Quantifying the liquid flow between a soap film and a… — Plain-Language Explanation

Original authors: Alexandre Vigna-Brummer, Simon Cox, Médéric Argentina, Christophe Brouzet, Christophe Raufaste

Published 2026-05-27

📖 5 min read🧠 Deep dive

Original authors: Alexandre Vigna-Brummer, Simon Cox, Médéric Argentina, Christophe Brouzet, Christophe Raufaste

Original paper licensed under CC BY 4.0 (http://creativecommons.org/licenses/by/4.0/). ✨ This is an AI-generated explanation of the paper below. It is not written or endorsed by the authors. For technical accuracy, refer to the original paper. Read full disclaimer

The Big Picture: The Soap Film "Leak"

Imagine a giant, vertical soap bubble wall (a soap film) hanging in the air. Like a wet sponge, it is constantly trying to drain water downward due to gravity. However, this film doesn't just hang in empty space; it is attached to a frame or a solid object. Where the thin film meets the solid object, the liquid curves around to form a thick, rounded edge called a meniscus (think of the curved water line in a glass of water, but wrapping around the object).

The big mystery this paper solves is: How fast does the liquid leak from the thin film into that thick edge?

This "leak" is crucial because it determines how long a soap bubble or a foam (like shaving cream) lasts. If the film drains too fast into the edge, the bubble pops. If it stays balanced, the bubble survives.

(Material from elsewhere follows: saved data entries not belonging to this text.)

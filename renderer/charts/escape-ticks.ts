import { placeOf, valueBetween } from './column-search.ts'
import { niceTicks } from './nice-ticks.ts'
import type { Span } from './plot-geometry.ts'

export type EscapeTick = { readonly coverage: number; readonly dppm: number }

/**
 * Returns round escape rates and the coverage at which each stands: the height of the chart read as a second scale of
 * the same quantity. Both columns belong to one order; coverage does not descend along it, escapes do not ascend.
 */
export function escapeTicks(
  detected: Float64Array,
  dppm: Float64Array,
  total: number,
  view: Span,
  most: number,
): EscapeTick[] {
  const last = detected.length - 1
  const from = placeOf(detected, view.from * total)
  const high = valueBetween(dppm, from)
  const low = valueBetween(dppm, Math.min(placeOf(detected, view.to * total), last))
  const falling = dppm.map((value) => -value)
  return niceTicks(low, high, most)
    .map((tick) => ({ dppm: tick, coverage: valueBetween(detected, placeOf(falling, -tick)) / total }))
    .filter(({ coverage }) => coverage >= view.from && coverage <= view.to)
}
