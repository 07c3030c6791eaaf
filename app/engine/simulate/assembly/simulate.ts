import { threeValued } from './block'
import { simulateRegionTwoValued, simulateTapsTwoValued } from './two-valued-regions'
import { simulateRegionThreeValued, simulateTapsThreeValued } from './three-valued-regions'
import { workDone } from './work'

/**
 * Simulates the faults of regions `from` − 1 downwards as far as `to`, but stops after so much work; returns the last
 * region done. Where all detections count, every later region must have been done in this block.
 */
export function simulateRegions(from: u32, to: u32, budget: u32): u32 {
  const end = workDone + budget
  let region = from
  while (region > to && workDone < end) {
    region--
    if (threeValued) simulateRegionThreeValued(region)
    else simulateRegionTwoValued(region)
  }
  return region
}

/** Simulates the faults on flip-flops' data pins and output taps, which one response row alone observes. */
export function simulateTaps(): void {
  if (threeValued) simulateTapsThreeValued()
  else simulateTapsTwoValued()
}
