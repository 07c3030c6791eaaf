/** Offers bytes or text as a download. */
export function saveFile(name: string, content: BlobPart, mediaType: string): void {
  const url = URL.createObjectURL(new Blob([content], { type: mediaType }))
  const link = document.createElement('a')
  link.href = url
  link.download = name
  link.click()
  setTimeout(() => URL.revokeObjectURL(url), 10_000)
}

The Experiment: The "Plate" Test

To measure this leak, the scientists didn't just watch a bubble pop. They created a controlled experiment:

They made a large, vertical soap film.
They gently inserted a flat, solid plate (like a thin ruler) into the film.
As the plate went in, the soap film wrapped around it, creating a meniscus on both sides.

They then watched what happened in two different ways:

The Slow Growth: They watched the meniscus slowly fill up with water from the film, like a bucket being filled by a dripping tap, until it got so full it started dripping off the bottom.
The Steady State: They watched the system once it was full and dripping steadily, like a faucet that has been running for a while.

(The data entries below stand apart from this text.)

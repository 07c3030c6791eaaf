import { gates, nNets, pins, values, masks } from './memory'
import { PLANE_SHIFT, WIDE, none } from './plane'

/** Classes of gates, as the packer numbers them; all but SOURCE are followed by their inversions in two bits. */
export const SOURCE: u32 = 0
export const ONE_INPUT: u32 = 1
export const AND_2: u32 = 2
export const XOR_2: u32 = 3
export const AND_N: u32 = 4
export const XOR_N: u32 = 5

// @ts-ignore: decorator
@inline
export function and2(a: usize, b: usize, inward: v128, outward: v128, at: usize): v128 {
  return v128.xor(v128.and(v128.xor(v128.load(a + at), inward), v128.xor(v128.load(b + at), inward)), outward)
}

// @ts-ignore: decorator
@inline
export function xor2(a: usize, b: usize, outward: v128, at: usize): v128 {
  return v128.xor(v128.xor(v128.load(a + at), v128.load(b + at)), outward)
}

/** One lane of a gate with any number of inputs, its pins listed from `pin` to `end`. */
// @ts-ignore: decorator
@inline
export function andN(pin: usize, end: usize, base: usize, inward: v128, outward: v128, at: usize): v128 {
  let all = v128.xor(v128.load(base + (<usize>(load<u32>(pin) >> 1) << PLANE_SHIFT) + at), inward)
  for (let next = pin + 4; next < end; next += 4) {
    all = v128.and(all, v128.xor(v128.load(base + (<usize>(load<u32>(next) >> 1) << PLANE_SHIFT) + at), inward))
  }
  return v128.xor(all, outward)
}

// @ts-ignore: decorator
@inline
export function xorN(pin: usize, end: usize, base: usize, outward: v128, at: usize): v128 {
  let odd = outward
  for (let next = pin; next < end; next += 4) {
    odd = v128.xor(odd, v128.load(base + (<usize>(load<u32>(next) >> 1) << PLANE_SHIFT) + at))
  }
  return odd
}

/** Computes the fault-free values of all gates, two-valued, in the order of the nets. */
export function evaluateGoodTwoValued(): void {
  const base = values
  let record = gates
  let to = base
  const end = gates + (<usize>nNets << 4)
  for (; record < end; record += 16, to += 1 << PLANE_SHIFT) {
    const op = load<u32>(record)
    const kind = op >> 2
    if (kind == SOURCE) continue
    const inversions = masks + (<usize>(op & 3) << 5)
    const inward = v128.load(inversions, 0)
    const outward = v128.load(inversions, 16)
    if (kind <= AND_2) {
      const a = base + (<usize>load<u32>(record, 4) << PLANE_SHIFT)
      const b = base + (<usize>load<u32>(record, 8) << PLANE_SHIFT)
      v128.store(to, and2(a, b, inward, outward, 0), 0)
      v128.store(to, and2(a, b, inward, outward, 16), 16)
      if (WIDE) {
        v128.store(to, and2(a, b, inward, outward, 32), 32)
        v128.store(to, and2(a, b, inward, outward, 48), 48)
      }
    } else if (kind == XOR_2) {
      const a = base + (<usize>load<u32>(record, 4) << PLANE_SHIFT)
      const b = base + (<usize>load<u32>(record, 8) << PLANE_SHIFT)
      v128.store(to, xor2(a, b, outward, 0), 0)
      v128.store(to, xor2(a, b, outward, 16), 16)
      if (WIDE) {
        v128.store(to, xor2(a, b, outward, 32), 32)
        v128.store(to, xor2(a, b, outward, 48), 48)
      }
    } else {
      const pin = pins + (<usize>load<u32>(record, 4) << 2)
      const end = pin + (<usize>load<u32>(record, 8) << 2)
      if (kind == AND_N) {
        v128.store(to, andN(pin, end, base, inward, outward, 0), 0)
        v128.store(to, andN(pin, end, base, inward, outward, 16), 16)
        if (WIDE) {
          v128.store(to, andN(pin, end, base, inward, outward, 32), 32)
          v128.store(to, andN(pin, end, base, inward, outward, 48), 48)
        }
      } else {
        v128.store(to, xorN(pin, end, base, outward, 0), 0)
        v128.store(to, xorN(pin, end, base, outward, 16), 16)
        if (WIDE) {
          v128.store(to, xorN(pin, end, base, outward, 32), 32)
          v128.store(to, xorN(pin, end, base, outward, 48), 48)
        }
      }
    }
  }
}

The "Marginal Regeneration" Mystery

The paper mentions a phenomenon called marginal regeneration. Imagine the soap film isn't a smooth, static sheet. It's actually a busy highway.

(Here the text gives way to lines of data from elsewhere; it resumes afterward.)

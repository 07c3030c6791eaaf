/**
 * A plane is one bit for each pattern of a block, LANES vectors of 128 patterns. LANES is given to the compiler (2 or 4);
 * branches on WIDE vanish from the built kernel.
 */
// @ts-ignore: introduced by the build
export const WIDE: bool = LANES == 4
export const PLANE_SHIFT: i32 = WIDE ? 6 : 5
export const PLANE_BYTES: i32 = 1 << PLANE_SHIFT

// @ts-ignore: decorator
@inline
export function none(): v128 {
  return i64x2.splat(0)
}

// @ts-ignore: decorator
@inline
export function lane(plane: usize, at: usize): v128 {
  return v128.load(plane + at)
}

// @ts-ignore: decorator
@inline
export function clear(plane: usize): void {
  v128.store(plane, none(), 0)
  v128.store(plane, none(), 16)
  if (WIDE) {
    v128.store(plane, none(), 32)
    v128.store(plane, none(), 48)
  }
}

// @ts-ignore: decorator
@inline
export function copy(to: usize, from: usize): void {
  v128.store(to, v128.load(from, 0), 0)
  v128.store(to, v128.load(from, 16), 16)
  if (WIDE) {
    v128.store(to, v128.load(from, 32), 32)
    v128.store(to, v128.load(from, 48), 48)
  }
}

// @ts-ignore: decorator
@inline
export function flip(plane: usize, by: usize): void {
  v128.store(plane, v128.xor(v128.load(plane, 0), v128.load(by, 0)), 0)
  v128.store(plane, v128.xor(v128.load(plane, 16), v128.load(by, 16)), 16)
  if (WIDE) {
    v128.store(plane, v128.xor(v128.load(plane, 32), v128.load(by, 32)), 32)
    v128.store(plane, v128.xor(v128.load(plane, 48), v128.load(by, 48)), 48)
  }
}

// @ts-ignore: decorator
@inline
export function isEmpty(plane: usize): bool {
  let sum = v128.or(v128.load(plane, 0), v128.load(plane, 16))
  if (WIDE) sum = v128.or(sum, v128.or(v128.load(plane, 32), v128.load(plane, 48)))
  return !v128.any_true(sum)
}

// @ts-ignore: decorator
@inline
function ones(plane: usize, at: usize): u64 {
  return popcnt(load<u64>(plane + at)) + popcnt(load<u64>(plane + at + 8))
}

/** How many patterns of the plane are 1. */
export function count(plane: usize): u32 {
  let sum = ones(plane, 0) + ones(plane, 16)
  if (WIDE) sum += ones(plane, 32) + ones(plane, 48)
  return <u32>sum
}

/** The first pattern of the plane that is 1; there must be one. */
export function firstOf(plane: usize): u32 {
  let at: u32 = 0
  while (load<u64>(plane + (at << 3)) == 0) at++
  return (at << 6) + <u32>ctz(load<u64>(plane + (at << 3)))
}

export function patternsPerBlock(): u32 {
  return <u32>PLANE_BYTES << 3
}
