import { FONT, type Palette } from '../tokens.ts'
import { boxOf } from './box-of.ts'

export type Picture = {
  readonly title: string
  /** Base, run and date, in small type below the title. */
  readonly note: string
  readonly palette: Palette
}

const HEAD = 52

/**
 * Returns a chart as one SVG text that stands by itself: its layers one above the other under a title, every colour and
 * font that a style sheet gives written into the elements.
 */
export function chartSvg(chart: HTMLElement, { title, note, palette }: Picture): string {
  const outer = boxOf(chart)
  const { width, height } = outer
  const layers = [...chart.querySelectorAll('svg')].map((svg) => {
    const copy = svg.cloneNode(true) as SVGSVGElement
    writeStyles(svg, copy)
    const own = boxOf(svg)
    copy.setAttribute('x', String(own.left - outer.left))
    copy.setAttribute('y', String(own.top - outer.top + HEAD))
    return new XMLSerializer().serializeToString(copy)
  })
  return [
    `<svg xmlns="http://www.w3.org/2000/svg" width="${width}" height="${height + HEAD}" viewBox="0 0 ${width} ${height + HEAD}">`,
    `<rect width="100%" height="100%" fill="${palette.surface}"/>`,
    `<text x="12" y="22" font-family='${FONT}' font-size="15" font-weight="600" fill="${palette.text}">${escaped(title)}</text>`,
    `<text x="12" y="40" font-family='${FONT}' font-size="11" fill="${palette.text2}">${escaped(note)}</text>`,
    ...layers,
    '</svg>',
  ].join('\n')
}

/** Draws an SVG text at twice its size. */
export async function svgToPng(svg: string): Promise<Blob> {
  const image = new Image()
  image.src = `data:image/svg+xml;charset=utf-8,${encodeURIComponent(svg)}`
  await image.decode()
  const canvas = document.createElement('canvas')
  canvas.width = image.width * 2
  canvas.height = image.height * 2
  canvas.getContext('2d')?.drawImage(image, 0, 0, canvas.width, canvas.height)
  return new Promise((resolve, reject) => {
    canvas.toBlob(
      (blob) => (blob ? resolve(blob) : reject(new Error('the picture could not be drawn'))),
      'image/png',
    )
  })
}

const STYLES = [
  'fill',
  'stroke',
  'stroke-width',
  'stroke-dasharray',
  'stroke-linecap',
  'stroke-linejoin',
  'paint-order',
  'opacity',
  'font-family',
  'font-size',
  'font-weight',
]

function writeStyles(from: Element, to: Element): void {
  const style = getComputedStyle(from)
  for (const name of STYLES) to.setAttribute(name, style.getPropertyValue(name))
  for (let at = 0; at < from.children.length; at++) {
    const child = from.children[at]
    const copy = to.children[at]
    if (child && copy) writeStyles(child, copy)
  }
}

function escaped(text: string): string {
  return text.replaceAll('&', '&amp;').replaceAll('<', '&lt;')
}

Thick patches of liquid flow into the meniscus (the edge).
At the same time, tiny, super-thin patches of liquid (called "Thin Film Elements" or TFEs) detach from the meniscus and shoot back up into the film.

It's like a busy train station where passengers are constantly getting off the train (flowing into the meniscus) while new passengers are running back onto the platform (the thin patches shooting up). This chaotic, back-and-forth dance makes it very hard to measure exactly how much liquid is actually moving from the film to the edge.

The Three Ways They Measured the "Leak Rate"

The scientists wanted to find a specific number (called the flux coefficient) that tells us exactly how efficient this leak is. They used three different methods to get this number, acting like three different detectives solving the same crime:

The Shape Detective (Steady State): They looked at the shape of the water curve (the meniscus) when it was full and steady. By measuring how curved the water was at the top versus the bottom, they could calculate how much liquid must be flowing in to maintain that shape against gravity.
The Simulation Detective (Computer Models): They built a virtual version of the experiment on a computer. They adjusted the "leak rate" in the computer until the virtual water shape matched the real water shape they saw in the lab.
The Growth Detective (Transient State): They watched the meniscus grow from an empty state. By measuring how fast the volume of water increased over time, they calculated the flow rate directly.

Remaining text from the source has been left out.